> _Listed entries_
........
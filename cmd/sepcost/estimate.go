package main

import (
	"context"
	"fmt"
	"io"

	"github.com/spf13/cobra"

	"sepcost/scale"
)

type estimateOptions struct {
	scenario  string
	prices    string
	sheet     string
	masses    massList
	target    string
	out       string
	format    string
	force     bool
	draws     int
	seed      uint64
	equipment string
}

func newEstimateCommand() *cobra.Command {
	opts := &estimateOptions{}
	cmd := &cobra.Command{
		Use:   "estimate SCENARIO",
		Short: "Cost every applicable method at the given batch masses",
		Long: `Runs every method the scenario describes at each batch mass and prices it with
the price table. Without -o a summary is printed; with -o the format follows
the file's extension (.xlsx, .json, .csv) unless --format says otherwise.
The decision is made at --target; without it at the largest --mass, else
at the scenario's target_mass (else its largest mass).`,
		Example: `  sepcost estimate mycase/scenario.yaml --prices mycase/prices.csv --mass 0.25g,20g,2kg -o plan.xlsx
  sepcost estimate mycase/scenario.yaml --mass 85g,2kg --target 85g
  sepcost estimate mycase/scenario.yaml --format json`,
		Args: oneFile("scenario file", "mycase/scenario.yaml --prices mycase/prices.csv"),
		RunE: func(cmd *cobra.Command, args []string) error {
			opts.scenario = args[0]
			return runEstimate(cmd.Context(), opts, cmd.OutOrStdout(), cmd.ErrOrStderr())
		},
	}
	f := cmd.Flags()
	f.StringVar(&opts.prices, "prices", "", "price table, CSV or .xlsx (default: prices.csv beside the scenario)")
	addPricesSheetFlag(cmd, &opts.sheet)
	f.StringVar(&opts.equipment, "equipment", "", "site equipment table CSV (default: equipment.csv beside the scenario if there is one, else the built-in table)")
	f.Var(&opts.masses, "mass", `crude batch masses with units, e.g. "250mg,20g,2kg" (default: the scenario's masses)`)
	addTargetFlag(cmd, &opts.target)
	addOutputFlags(cmd, &opts.out, &opts.format, &opts.force)
	addDrawFlags(cmd, &opts.draws, &opts.seed)
	return cmd
}

// maxDraws caps the Monte Carlo draws: a million draws take minutes and
// add nothing to the bands.
const maxDraws = 1_000_000

func addDrawFlags(cmd *cobra.Command, draws *int, seed *uint64) {
	cmd.Flags().IntVar(draws, "draws", scale.DefaultOptions.Draws, "Monte Carlo draws of the uncertain inputs: bands at every mass, what to measure at the target mass (0 to skip)")
	cmd.Flags().Uint64Var(seed, "seed", scale.DefaultOptions.Seed, "seed of the draws; the same seed gives the same bands")
}

func addOutputFlags(cmd *cobra.Command, out, format *string, force *bool) {
	cmd.Flags().StringVarP(out, "output", "o", "", "write to this file instead of the terminal")
	cmd.Flags().StringVar(format, "format", "", "xlsx, json, csv or text (default: from the -o extension, else text)")
	cmd.Flags().BoolVar(force, "force", false, "replace an existing output file")
}

func runEstimate(_ context.Context, opts *estimateOptions, stdout, stderr io.Writer) error {
	if opts.draws < 0 || opts.draws > maxDraws {
		return usageError{fmt.Errorf("--draws %d: write 0 to skip, or up to %d", opts.draws, maxDraws)}
	}
	format, err := formatFor(opts.format, opts.out)
	if err != nil {
		return err
	}
	largest := 0.0
	if opts.masses.set {
		largest = opts.masses.kg[len(opts.masses.kg)-1]
	}
	target, why, err := targetMass(opts.target, largest, "--mass")
	if err != nil {
		return err
	}
	plan, t, err := loadPlan(opts.scenario, opts.prices, opts.sheet, opts.equipment)
	if err != nil {
		return err
	}
	masses := massesOr(opts.masses, plan.Scenario)
	defer boundMemory(len(masses))()
	r, err := scale.EstimateWith(plan, t, masses, scale.Options{Draws: opts.draws, Seed: opts.seed, Progress: newProgress(stderr, opts.draws), TargetKg: target, TargetWhy: why})
	if err != nil {
		return err
	}
	return deliver(r, format, opts.out, opts.force, stdout, stderr)
}
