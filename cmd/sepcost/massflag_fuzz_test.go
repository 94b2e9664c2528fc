package main

import (
	"sort"
	"strings"
	"testing"

	"sepcost/costing/scenario"
)

// FuzzMassFlag: --mass never panics; the masses it accepts lie within
// scenario.BatchRange, are at most scenario.MaxMasses and come sorted; a
// refusal names the flag. Seeds in testdata/fuzz/FuzzMassFlag.
func FuzzMassFlag(f *testing.F) {
	for _, s := range []string{"250mg,20g,2kg", "1e30kg", "1e-30g", "1e306 t", "20", ",,,", "1 kg^4 kg^4 kg^4"} {
		f.Add(s)
	}
	f.Fuzz(func(t *testing.T, s string) {
		var m massList
		if err := m.Set(s); err != nil {
			if !strings.HasPrefix(err.Error(), "--mass") {
				t.Fatalf("%q: message does not name the flag: %v", s, err)
			}
			return
		}
		if len(m.kg) == 0 || len(m.kg) > scenario.MaxMasses || !sort.Float64sAreSorted(m.kg) {
			t.Fatalf("%q: masses %v", s, m.kg)
		}
		for _, kg := range m.kg {
			if scenario.CheckBatchMass(kg) != nil {
				t.Fatalf("%q: accepted %g kg", s, kg)
			}
		}
	})
}
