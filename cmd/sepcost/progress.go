package main

import (
	"io"
	"os"

	"github.com/schollz/progressbar/v3"
	"golang.org/x/term"
)

// progressFrom is the smallest number of draws worth a progress display.
const progressFrom = 1000

// newProgress returns a callback for the Monte Carlo draws: a bar on
// stderr when stderr is a terminal; nil (nothing written) when it is not —
// a log file or a pipe gets no progress lines — or for small runs.
func newProgress(stderr io.Writer, total int) func(done int) {
	if total < progressFrom {
		return nil
	}
	f, ok := stderr.(*os.File)
	if !ok || !term.IsTerminal(int(f.Fd())) {
		return nil
	}
	bar := progressbar.NewOptions(total, progressbar.OptionSetWriter(stderr), progressbar.OptionSetDescription("uncertainty draws"),
		progressbar.OptionClearOnFinish(), progressbar.OptionThrottle(100_000_000))
	return func(done int) { _ = bar.Set(done) }
}
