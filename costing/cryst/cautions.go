package cryst

import "sepcost/costing/scenario"

// Cautions lists the safety cautions of a scenario's recrystallization
// (none without a crystallization section). They are the usual cautions of
// laboratory practice (National Research Council, "Prudent Practices in
// the Laboratory", 2011, chapters 4 and 6 — from memory) and defer to the
// site's own rules.
func Cautions(sc *scenario.Scenario) []string {
	if sc.Crystallization == nil {
		return nil
	}
	return []string{
		"Hot recrystallization: heat flammable solvents only in a bath or heating mantle, never over an open flame, to reflux only with a condenser fitted, and never in a closed vessel: a sealed flask or a reactor without a vent or rated pressure relief can burst as the solvent's vapour pressure rises.",
		"Jacketed reactors: keep within the vessel's rated pressure and temperature, check the relief device and the jacket fluid's limits, and cool under control; a crash-cool of a supersaturated solution can foul the jacket or entrain solids.",
		"Vacuum filtration: use heavy-walled, clamped filter flasks with a trap; vent slowly. Dry solvent-wet solids only in an oven or dryer rated for solvent vapour.",
	}
}
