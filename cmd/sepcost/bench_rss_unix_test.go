//go:build unix

package main

import (
	"fmt"
	"os"
	"os/exec"
	"runtime"
	"strings"
	"syscall"
)

// peakRSS runs `sepcost args` in a child process (this test binary,
// running TestMemoryChild) and gives its peak resident set in bytes
// (getrusage's ru_maxrss, in kilobytes on Linux and bytes on macOS): the
// memory of the whole command, the Go runtime and the test binary included.
func peakRSS(args []string) (float64, error) {
	cmd := exec.Command(os.Args[0], "-test.run=^TestMemoryChild$")
	cmd.Env = append(os.Environ(), memoryArgsEnv+"="+strings.Join(args, memoryArgsSep))
	if out, err := cmd.CombinedOutput(); err != nil {
		return 0, fmt.Errorf("child sepcost %s: %v: %s", strings.Join(args, " "), err, out)
	}
	ru, ok := cmd.ProcessState.SysUsage().(*syscall.Rusage)
	if !ok {
		return 0, fmt.Errorf("child sepcost: no resource usage on %s", runtime.GOOS)
	}
	if runtime.GOOS == "darwin" {
		return float64(ru.Maxrss), nil
	}
	return float64(ru.Maxrss) * 1024, nil
}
........
> _Task description_
Give again, exactly as written, the lines running from the first line of the data above through the line that contains "opts.scenario = args[0]".

> _Task answer_
filename cmd/sepcost/estimate.go
package main

import (
	"context"
	"fmt"
	"io"

	"github.com/spf13/cobra"

	"sepcost/scale"
)

type estimateOptions struct {
	scenario  string
	prices    string
	sheet     string
	masses    massList
	target    string
	out       string
	format    string
	force     bool
	draws     int
	seed      uint64
	equipment string
}

func newEstimateCommand() *cobra.Command {
	opts := &estimateOptions{}
	cmd := &cobra.Command{
		Use:   "estimate SCENARIO",
		Short: "Cost every applicable method at the given batch masses",
		Long: `Runs every method the scenario describes at each batch mass and prices it with
the price table. Without -o a summary is printed; with -o the format follows
the file's extension (.xlsx, .json, .csv) unless --format says otherwise.
The decision is made at --target; without it at the largest --mass, else
at the scenario's target_mass (else its largest mass).`,
		Example: `  sepcost estimate mycase/scenario.yaml --prices mycase/prices.csv --mass 0.25g,20g,2kg -o plan.xlsx
  sepcost estimate mycase/scenario.yaml --mass 85g,2kg --target 85g
  sepcost estimate mycase/scenario.yaml --format json`,
		Args: oneFile("scenario file", "mycase/scenario.yaml --prices mycase/prices.csv"),
		RunE: func(cmd *cobra.Command, args []string) error {
			opts.scenario = args[0]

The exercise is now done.